With the help of a recent $1.98-million grant from the National Heart, Lung, and Blood Institute of the National Institutes of Health (NIH), a team of researchers led by Lobelia Samavati, M.D., associate professor in the Center for Molecular Medicine and Genetics and Department of Internal Medicine at Wayne State University’s School of Medicine, aims to advance their work of developing biomarker technology for identification of biomarkers of sarcoidosis.

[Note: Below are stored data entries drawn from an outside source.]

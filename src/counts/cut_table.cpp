// SPDX-License-Identifier: GPL-2.0-or-later
#include "counts/cut_table.h"

#include <fmt/format.h>

#include "deviascope/core/error.h"

namespace deviascope {

namespace {

constexpr std::size_t no_line = static_cast<std::size_t>(-1);

}  // namespace

CutTable::CutTable(const SurveyInput& input,
                   const RowSelection& selection,
                   const SkyCuts& sky,
                   const std::vector<Duplicates>& duplicates)
    : missing(selection.properties.size(), no_line) {
    position = add_line("position missing or out of range");
    for (const ColumnRange& range : selection.survey) {
        add_missing(selection, range.property);
        select.push_back(add_line("select " + range.label));
    }
    first_sky_cut = report.cuts.size();
    for (const Exclusion& exclusion : input.exclude) add_line("exclude " + exclusion.label());
    add_line("exposure 0");
    hole = add_line("exposure 0 at the source, in a kept pixel");
    for (std::size_t property = 0; property < missing.size(); ++property)
        add_missing(selection, property);
    no_bin = add_line("in no bin");
    for (const BinInput& bin : input.bins)
        bin_exposure.push_back(
            bin.exposure ? add_line(fmt::format("exposure of bin {} 0", bin.name)) : no_line);
    for (const Duplicates& other : duplicates)
        duplicate.push_back(
            add_line(fmt::format("in {} too, within {:g} arcsec",
                                 other.survey,
                                 other.positions->radius() / radians_per_arcsec)));
    count_pixels(sky);
}

std::size_t CutTable::add_line(const std::string& name) {
    report.cuts.push_back({name, 0, 0});
    return report.cuts.size() - 1;
}

void CutTable::add_missing(const RowSelection& selection, std::size_t property) {
    if (missing[property] != no_line) return;
    missing[property] = add_line(selection.properties[property] + " missing");
}

void CutTable::count_pixels(const SkyCuts& sky) {
    for (const std::int32_t cut : sky.removed_by()) {
        ++report.pixels_total;
        if (cut == SkyCuts::kept) {
            ++report.pixels_kept;
        } else {
            ++report.cuts[first_sky_cut + static_cast<std::size_t>(cut)].pixels_removed;
        }
    }
}

CutReport CutTable::finished() const {
    std::int64_t rows = report.rows_kept;
    std::int64_t pixels = report.pixels_kept;
    for (const CutLine& line : report.cuts) {
        rows += line.rows_removed;
        pixels += line.pixels_removed;
    }
    ensure(rows == report.rows_read, "the rows of the table of cuts add up");
    ensure(pixels == report.pixels_total, "the pixels of the table of cuts add up");
    return report;
}

}  // namespace deviascope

Sarcoidosis is an inflammatory disease of unknown causes that affects multiple organs in the body. It occurs in patients around the world and is highly prevalent in Detroit and Michigan. It is characterized by abnormal masses or nodules – granuloma formations – in various organs, including lungs and lymph glands, brains and heart. Sarcoidosis has been described for more than 150 years, but there are no specific and simple tests developed to diagnose this disease.

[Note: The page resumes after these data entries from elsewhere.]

TEST_CASE("an amplitude that stands high at zero has an upper limit", "[summary]") {
    const auto faint = [](double length) {
        return [length](Stream& stream, Eigen::Ref<Eigen::VectorXd> row) {
            ordinary(stream, row);
            Eigen::Vector3d turn = Eigen::Vector3d::Zero();
            add_normal(stream, 1.0, turn);
            row.segment<3>(3) = std::abs(length + 2e-3 * normal(stream)) * turn.normalized();
        };
    };
    const VectorPrior even("uniform-amplitude", UniformAmplitudePrior{0.05});
    const Summary summary = Run(faint(0.0), free_velocity, even).summary();
    REQUIRE(summary.intrinsic[0].amplitude_limits);
    // Two standard deviations; four standard errors of the order statistic: 0.1 of them.
    CHECK(summary.intrinsic[0].amplitude_limits->limit95 == Approx(4e-3).epsilon(0.05));
    CHECK(warns(summary,
                "No detection of the intrinsic dipole of dunlin: the density of its amplitude "
                "stands high at zero"));
    CHECK_FALSE(warns(summary, "volume factor"));
    CHECK_FALSE(summary.velocity.amplitude_limits);

    const Summary seen = Run(faint(1e-2), free_velocity, even).summary();
    CHECK_FALSE(seen.intrinsic[0].amplitude_limits);
    CHECK_FALSE(warns(seen, "No detection"));
}

TEST_CASE("a summary has the same bits for any number of threads", "[summary]") {
    Run run(ordinary);
    const std::string one = to_json(run.summary());
    run.options.threads = 3;
    CHECK(to_json(run.summary()) == one);
}

TEST_CASE("a chain without stored draws is refused", "[summary]") {
    Run run(ordinary);
    run.chain.provenance.job_name = "dunlin.toml";
    run.chain.draws = Draws{};
    CHECK_THROWS_WITH(run.summary(), Catch::Contains("dunlin.toml: the chain holds no stored"));
}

Currently, sarcoidosis is diagnosed through confirmation of non-caseating granulomas in tissue biopsies of organs where there is no other applicable diagnosis. Sarcoidosis is similar to tuberculosis, which is an infectious granulomatous disease. Active tuberculosis infection can be deadly. Exposure to bacterial tuberculosis may stay dormant for long time and is called latent tuberculosis. One third of humans worldwide are infected with latent tuberculosis but have no symptoms. Under specific circumstances, such as immune suppression, these individuals may develop full-blown tuberculosis. There are no simple tests to discover latent tuberculosis infection from tuberculosis disease or from sarcoidosis.
Samavati developed a comprehensive library derived from sarcoidosis tissue that can differentiate between sarcoidosis and several other respiratory disorders. Using a high throughput method, her team developed a complex epitope library derived from materials of sarcoidosis patients. This cDNA library contains large numbers of epitopes immune-screened with sera from patients with sarcoidosis containing high titer IgG antibodies and the cloned phages, which have been used to construct an antigen microarray to detect antibodies against sarcoid antigen(s) in the sera of test subjects.

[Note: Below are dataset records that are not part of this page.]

// SPDX-License-Identifier: GPL-2.0-or-later
#include "counts/monomials.h"

namespace deviascope {

std::size_t monomial_index(const Exponents& exponents) {
    const auto yz = static_cast<std::size_t>(exponents[1] + exponents[2]);
    const auto z = static_cast<std::size_t>(exponents[2]);
    const int degree = exponents[0] + exponents[1] + exponents[2];
    return first_monomial(degree) + yz * (yz + 1) / 2 + z;
}

std::vector<Exponents> monomial_exponents(int degree) {
    std::vector<Exponents> all(n_monomials(degree));
    for (int k = 0; k <= degree; ++k)
        for (int z = 0; z <= k; ++z)
            for (int y = 0; y <= k - z; ++y) {
                const Exponents one = {k - y - z, y, z};
                all[monomial_index(one)] = one;
            }
    return all;
}

double multinomial(const Exponents& exponents) {
    double product = 1.0;
    int n = 0;
    for (const int exponent : exponents)
        for (int i = 1; i <= exponent; ++i) product = product * ++n / i;
    return product;
}

}  // namespace deviascope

“We have identified a panel of biomarkers/classifiers with high sensitivity and specificity that can discriminate between sera of patients with sarcoidosis and healthy controls, as well as active tuberculosis subjects,” said Samavati. “Our results have been published in several peer-reviewed journals, and we have two different licenses for our invention.”
Samavati’s grant, “A Novel T7 Phage Display Technology to Detect Sarcoidosis Specific Antigens,” aims to advance and refine her technology to discriminate sarcoidosis from latent tuberculosis and healthy controls. Her team has identified novel antibodies that may be used as a molecular therapy target, and their goal over the next four years is to further map these peptides and identify their biological function. Their current data indicates that some of these peptides can be used as diagnostic tools, while others can be used as therapy targets.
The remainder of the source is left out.